◆ About this task ◆
In the data below, one line contains "repository bab85702c2103497" and a later one contains "a path spelt". Print both, with every line between them, exactly and alone.

---------- Working data

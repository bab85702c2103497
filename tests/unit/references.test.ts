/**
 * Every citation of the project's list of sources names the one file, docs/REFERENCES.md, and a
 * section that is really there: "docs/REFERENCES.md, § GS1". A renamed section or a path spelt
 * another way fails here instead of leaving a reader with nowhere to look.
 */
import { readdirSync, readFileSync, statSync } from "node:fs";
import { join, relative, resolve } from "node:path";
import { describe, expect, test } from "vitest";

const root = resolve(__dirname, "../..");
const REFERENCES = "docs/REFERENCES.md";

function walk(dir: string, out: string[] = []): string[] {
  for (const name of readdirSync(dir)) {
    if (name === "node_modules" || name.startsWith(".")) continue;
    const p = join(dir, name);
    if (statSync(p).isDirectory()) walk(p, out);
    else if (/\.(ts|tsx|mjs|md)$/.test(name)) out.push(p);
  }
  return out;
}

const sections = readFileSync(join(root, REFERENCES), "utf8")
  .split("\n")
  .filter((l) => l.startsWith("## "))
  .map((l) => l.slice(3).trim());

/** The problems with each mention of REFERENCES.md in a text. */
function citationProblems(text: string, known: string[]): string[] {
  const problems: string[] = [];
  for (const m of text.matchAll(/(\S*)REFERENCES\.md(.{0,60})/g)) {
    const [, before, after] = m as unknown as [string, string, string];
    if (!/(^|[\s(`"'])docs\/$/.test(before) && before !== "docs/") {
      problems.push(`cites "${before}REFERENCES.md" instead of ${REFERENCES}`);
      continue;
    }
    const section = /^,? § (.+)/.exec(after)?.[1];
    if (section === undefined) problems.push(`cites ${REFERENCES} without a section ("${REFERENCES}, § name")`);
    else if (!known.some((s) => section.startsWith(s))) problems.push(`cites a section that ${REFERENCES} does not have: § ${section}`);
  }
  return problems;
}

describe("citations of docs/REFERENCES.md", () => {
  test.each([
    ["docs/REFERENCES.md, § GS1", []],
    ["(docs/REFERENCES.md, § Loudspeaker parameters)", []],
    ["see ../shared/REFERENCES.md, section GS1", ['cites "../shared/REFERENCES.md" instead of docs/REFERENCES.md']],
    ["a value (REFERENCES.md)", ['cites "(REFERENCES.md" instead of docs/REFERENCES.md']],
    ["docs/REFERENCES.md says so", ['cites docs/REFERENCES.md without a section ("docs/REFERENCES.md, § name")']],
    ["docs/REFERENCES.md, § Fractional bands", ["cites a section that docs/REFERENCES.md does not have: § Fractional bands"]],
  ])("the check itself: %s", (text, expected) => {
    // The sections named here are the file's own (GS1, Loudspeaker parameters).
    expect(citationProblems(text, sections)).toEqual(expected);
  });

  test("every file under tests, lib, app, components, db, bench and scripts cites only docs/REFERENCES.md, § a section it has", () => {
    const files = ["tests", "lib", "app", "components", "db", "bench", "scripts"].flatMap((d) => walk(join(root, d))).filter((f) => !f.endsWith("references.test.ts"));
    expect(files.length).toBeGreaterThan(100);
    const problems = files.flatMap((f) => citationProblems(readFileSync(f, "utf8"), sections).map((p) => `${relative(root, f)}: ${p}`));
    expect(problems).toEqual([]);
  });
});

--------------------
---------- Working data

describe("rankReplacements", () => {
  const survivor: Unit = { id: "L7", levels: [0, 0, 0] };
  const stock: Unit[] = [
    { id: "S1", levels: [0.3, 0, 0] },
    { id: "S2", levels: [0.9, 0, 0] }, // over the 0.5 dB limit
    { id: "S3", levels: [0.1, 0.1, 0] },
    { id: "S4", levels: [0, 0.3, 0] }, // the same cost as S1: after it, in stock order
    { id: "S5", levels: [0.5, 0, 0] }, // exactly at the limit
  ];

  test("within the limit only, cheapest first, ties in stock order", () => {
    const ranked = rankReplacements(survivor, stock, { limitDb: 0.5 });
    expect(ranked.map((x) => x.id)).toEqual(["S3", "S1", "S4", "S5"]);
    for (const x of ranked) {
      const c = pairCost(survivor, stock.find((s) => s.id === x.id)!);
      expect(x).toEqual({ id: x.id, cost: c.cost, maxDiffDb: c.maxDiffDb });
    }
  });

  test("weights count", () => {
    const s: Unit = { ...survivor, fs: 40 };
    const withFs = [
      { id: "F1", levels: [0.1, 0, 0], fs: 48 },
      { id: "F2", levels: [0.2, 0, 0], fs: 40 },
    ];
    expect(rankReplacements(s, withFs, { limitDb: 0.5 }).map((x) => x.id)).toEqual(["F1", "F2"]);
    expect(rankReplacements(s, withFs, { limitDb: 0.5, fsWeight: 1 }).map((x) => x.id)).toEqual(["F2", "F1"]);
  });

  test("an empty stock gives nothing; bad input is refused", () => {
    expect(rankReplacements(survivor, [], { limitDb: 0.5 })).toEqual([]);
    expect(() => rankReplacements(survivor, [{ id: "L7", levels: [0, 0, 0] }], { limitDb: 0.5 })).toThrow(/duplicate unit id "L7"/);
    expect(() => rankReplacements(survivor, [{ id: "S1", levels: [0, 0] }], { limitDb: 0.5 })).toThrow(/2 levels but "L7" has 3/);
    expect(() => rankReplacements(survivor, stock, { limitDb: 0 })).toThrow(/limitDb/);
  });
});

--------------------

◆ Answer area ◆
repository bab85702c2103497
filename tests/unit/references.test.ts
/**
 * Every citation of the project's list of sources names the one file, docs/REFERENCES.md, and a
 * section that is really there: "docs/REFERENCES.md, § GS1". A renamed section or a path spelt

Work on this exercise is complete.